# HDIO_SET_DMA failed: Operation not permitted

## dlittlebear

I know this is not the first nor the last on this subject.  

I have looked over google.com/linux and searched these forums.

I thought at first it was due to the lack of an 80 conductor cable, replaced the one that was in there with 2 different ones and still same problem. 

The PC.

AMD 1.4ghz

/dev/hdd is the one I am working with

abit KT7A (KT133 chipset)

Gentoo 2004.0 

kernel 2.6.5

I started with stage1 if it matters.

# hdparm -d1 /dev/hdd

/dev/hdd:

 setting using_dma to 1 (on)

 HDIO_SET_DMA failed: Operation not permitted

 using_dma    =  0 (off)

# hdparm -tT /dev/hdd

/dev/hdd:

 Timing buffer-cache reads:   396 MB in  2.00 seconds = 197.54 MB/sec

 Timing buffered disk reads:    6 MB in  3.06 seconds =   1.96 MB/sec

# lspci | grep IDE

00:07.1 IDE interface: VIA Technologies, Inc. VT82C586A/B/VT82C686/A/B/VT823x/A/C PIPC Bus Master IDE (rev 06)
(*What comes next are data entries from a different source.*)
//! Plain-text listing of findings for the terminal (`gibbsite check`).

use super::{Finding, Report, Severity};
use crate::outcome::Outcome;
use std::fmt::Write;

/// The findings in groups of one severity and kind, most serious first,
/// each group headed by its count (`error infeasible-direction (2)`), then
/// the scenario verdicts, the counts, and the pass/fail line last.
pub fn grouped_text(report: &Report, outcome: &Outcome) -> String {
    let mut out = String::new();
    for ((severity, kind), findings) in groups(report) {
        let _ = writeln!(out, "{} {kind} ({})", severity.slug(), findings.len());
        for f in findings {
            let _ = writeln!(out, "  {}", finding_line(f));
        }
        out.push('\n');
    }
    out.push_str(&scenario_verdicts_text(report));
    let s = &report.summary;
    let kinds = s.by_kind.len();
    let _ = writeln!(
        out,
        "{} findings of {kinds} kind{}: {} errors, {} warnings, {} notes ({} reactions, {} metabolites, {} scenarios)",
        report.findings.len(),
        if kinds == 1 { "" } else { "s" },
        s.errors,
        s.warnings,
        s.notes,
        s.reactions,
        s.metabolites,
        s.scenarios
    );
    let _ = writeln!(out, "{}", outcome.line());
    out
}

/// Findings grouped by (severity, kind) in report order (severity, then kind).
pub fn groups(report: &Report) -> Vec<((Severity, &str), Vec<&Finding>)> {
    let mut groups: std::collections::BTreeMap<(Severity, &str), Vec<&Finding>> =
        Default::default();
    for f in &report.findings {
        groups
            .entry((f.severity, f.kind.as_str()))
            .or_default()
            .push(f);
    }
    groups.into_iter().collect()
}

/// `subject (scenario s): message`.
fn finding_line(f: &Finding) -> String {
    let subject = f.subjects.first().map(String::as_str).unwrap_or("-");
    match &f.scenario {
        Some(s) => format!("{subject} (scenario {s}): {}", f.message),
        None => format!("{subject}: {}", f.message),
    }
}

/// One line per finding: `error[kind] subject (scenario): message`.
pub fn findings_text(report: &Report) -> String {
    let mut out = String::new();
    for f in &report.findings {
        let subject = f.subjects.first().map(String::as_str).unwrap_or("-");
        let _ = write!(out, "{}[{}] {}", f.severity.slug(), f.kind, subject);
        if let Some(s) = &f.scenario {
            let _ = write!(out, " (scenario {s})");
        }
        let _ = writeln!(out, ": {}", f.message);
    }
    out
}

/// One line per scenario judged as a whole: `scenario <id>: feasible (…)`.
pub fn scenario_verdicts_text(report: &Report) -> String {
    let mut out = String::new();
    for s in &report.joint_scenarios {
        let _ = write!(
            out,
            "scenario {} as a whole: {}",
            s.id,
            s.verdict.replace('-', " ")
        );
        match (&s.reason, &s.mdf) {
            (Some(reason), _) => {
                let _ = write!(out, " ({reason})");
            }
            (None, Some(mdf)) => {
                let _ = write!(out, " (max-min driving force {:.2} kJ/mol", mdf.value_kj);
                if !s.conflicts.is_empty() {
                    let _ = write!(out, "; {} conflicting set(s)", s.conflicts.len());
                }
                let _ = write!(out, ")");
            }
            (None, None) => {
                let _ = write!(out, " (no active reaction with ΔG′ data)");
            }
        }
        if let Some(law) = &s.loop_law {
            if !law.loop_free && law.error.is_none() {
                let _ = write!(
                    out,
                    "; the flux carries {} internal cycle(s)",
                    law.cycles.len()
                );
            }
        }
        let _ = writeln!(out);
    }
    out
}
# cat /usr/src/linux/.config | grep DMA | grep -v "#"

CONFIG_GENERIC_ISA_DMA=y

CONFIG_BLK_DEV_IDEDMA_PCI=y

CONFIG_IDEDMA_PCI_AUTO=y

CONFIG_BLK_DEV_ADMA=y

CONFIG_BLK_DEV_IDEDMA=y

CONFIG_IDEDMA_AUTO=y

# cat /usr/src/linux/.config | grep VIA82CXX | grep -v "#"
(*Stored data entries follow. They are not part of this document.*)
/// Which internal reactions have a ΔrG'° (and so a direction verdict).
#[derive(Debug, Clone, PartialEq, Serialize, Deserialize)]
pub struct CoverageView {
    pub internal_reactions: usize,
    /// Internal reactions with a ΔrG'°.
    pub with_energy: usize,
    /// Reactions with a ΔrG'° by the source it is attributed to (every
    /// source listed, zeros included; a Σ ν·ΔfG'° counts under the
    /// strongest source among its terms: side table, model value, species
    /// data, library).
    pub by_source: Vec<SourceCountView>,
    /// Per compartment: internal reactions with a participant there.
    pub by_compartment: Vec<GroupCoverageView>,
    /// Per reaction group (`(no group)` for the rest), sorted by label.
    pub by_group: Vec<GroupCoverageView>,
    /// Metabolites whose missing ΔfG'° leaves internal reactions without
    /// ΔrG'°, most blocking first.
    pub missing: Vec<MissingMetaboliteView>,
}

#[derive(Debug, Clone, PartialEq, Serialize, Deserialize)]
pub struct SourceCountView {
    /// `side-table`, `model`, `species`, `library`, `transport-rule`, `conditions`.
    pub source: String,
    pub label: String,
    pub reactions: usize,
}

#[derive(Debug, Clone, PartialEq, Serialize, Deserialize)]
pub struct GroupCoverageView {
    pub label: String,
    pub reactions: usize,
    pub with_energy: usize,
}

#[derive(Debug, Clone, PartialEq, Serialize, Deserialize)]
pub struct MissingMetaboliteView {
    pub metabolite: String,
    /// `slug` (`slug::slug` of the id), `name`, `compartment`, `formula` and
    /// `xrefs`: the metabolite's own (left out of report.json).
    #[serde(default, skip_serializing_if = "json::left_out")]
    pub slug: String,
    #[serde(default, skip_serializing_if = "json::left_out")]
    pub name: String,
    #[serde(default, skip_serializing_if = "json::left_out")]
    pub compartment: String,
    #[serde(default, skip_serializing_if = "json::left_out")]
    pub formula: Option<String>,
    /// Internal reactions lacking ΔrG'° that need this ΔfG'°.
    pub blocks: usize,
    /// Of those, the ones where it is the only missing ΔfG'°.
    pub only_gap: usize,
    #[serde(default, skip_serializing_if = "json::left_out")]
    pub xrefs: BTreeMap<String, Vec<String>>,
}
CONFIG_BLK_DEV_VIA82CXXX=y

# cat /usr/src/linux/.config | grep IDE | grep -v "#"

CONFIG_IDE=y

CONFIG_BLK_DEV_IDE=y

CONFIG_BLK_DEV_IDEDISK=y

CONFIG_IDEDISK_MULTI_MODE=y

CONFIG_BLK_DEV_IDECD=y

CONFIG_IDE_TASKFILE_IO=y

CONFIG_IDE_GENERIC=y

CONFIG_BLK_DEV_IDEPCI=y

CONFIG_IDEPCI_SHARE_IRQ=y

CONFIG_BLK_DEV_IDEDMA_PCI=y

CONFIG_IDEDMA_PCI_AUTO=y

CONFIG_BLK_DEV_IDEDMA=y

CONFIG_IDEDMA_AUTO=y

 # dmesg | grep ide

BIOS-provided physical RAM map:

CPU:     After generic identify, caps: 0183fbff c1c7fbff 00000000 00000000

CPU:     After vendor identify, caps: 0183fbff c1c7fbff 00000000 00000000

ide: Assuming 33MHz system bus speed for PIO modes; override with idebus=xx

ide0 at 0x1f0-0x1f7,0x3f6 on irq 14

ide1 at 0x170-0x177,0x376 on irq 15

 /dev/ide/host0/bus0/target0/lun0: p1

 /dev/ide/host0/bus0/target1/lun0: p1

 /dev/ide/host1/bus0/target1/lun0: p1 p2 p3

VP_IDE: port 0x01f0 already claimed by ide0

VP_IDE: port 0x0170 already claimed by ide1

EDIT

# dmesg | grep IDE

Uniform Multi-Platform E-IDE driver Revision: 7.00alpha2

VP_IDE: IDE controller at PCI slot 0000:00:07.1

VP_IDE: chipset revision 6

VP_IDE: not 100% native mode: will probe irqs later

VP_IDE: VIA vt82c686b (rev 40) IDE UDMA100 controller on pci0000:00:07.1

VP_IDE: port 0x01f0 already claimed by ide0

VP_IDE: port 0x0170 already claimed by ide1

VP_IDE: neither IDE port enabled (BIOS)

with CAPS IDE, noticed it is not seeing either IDE port.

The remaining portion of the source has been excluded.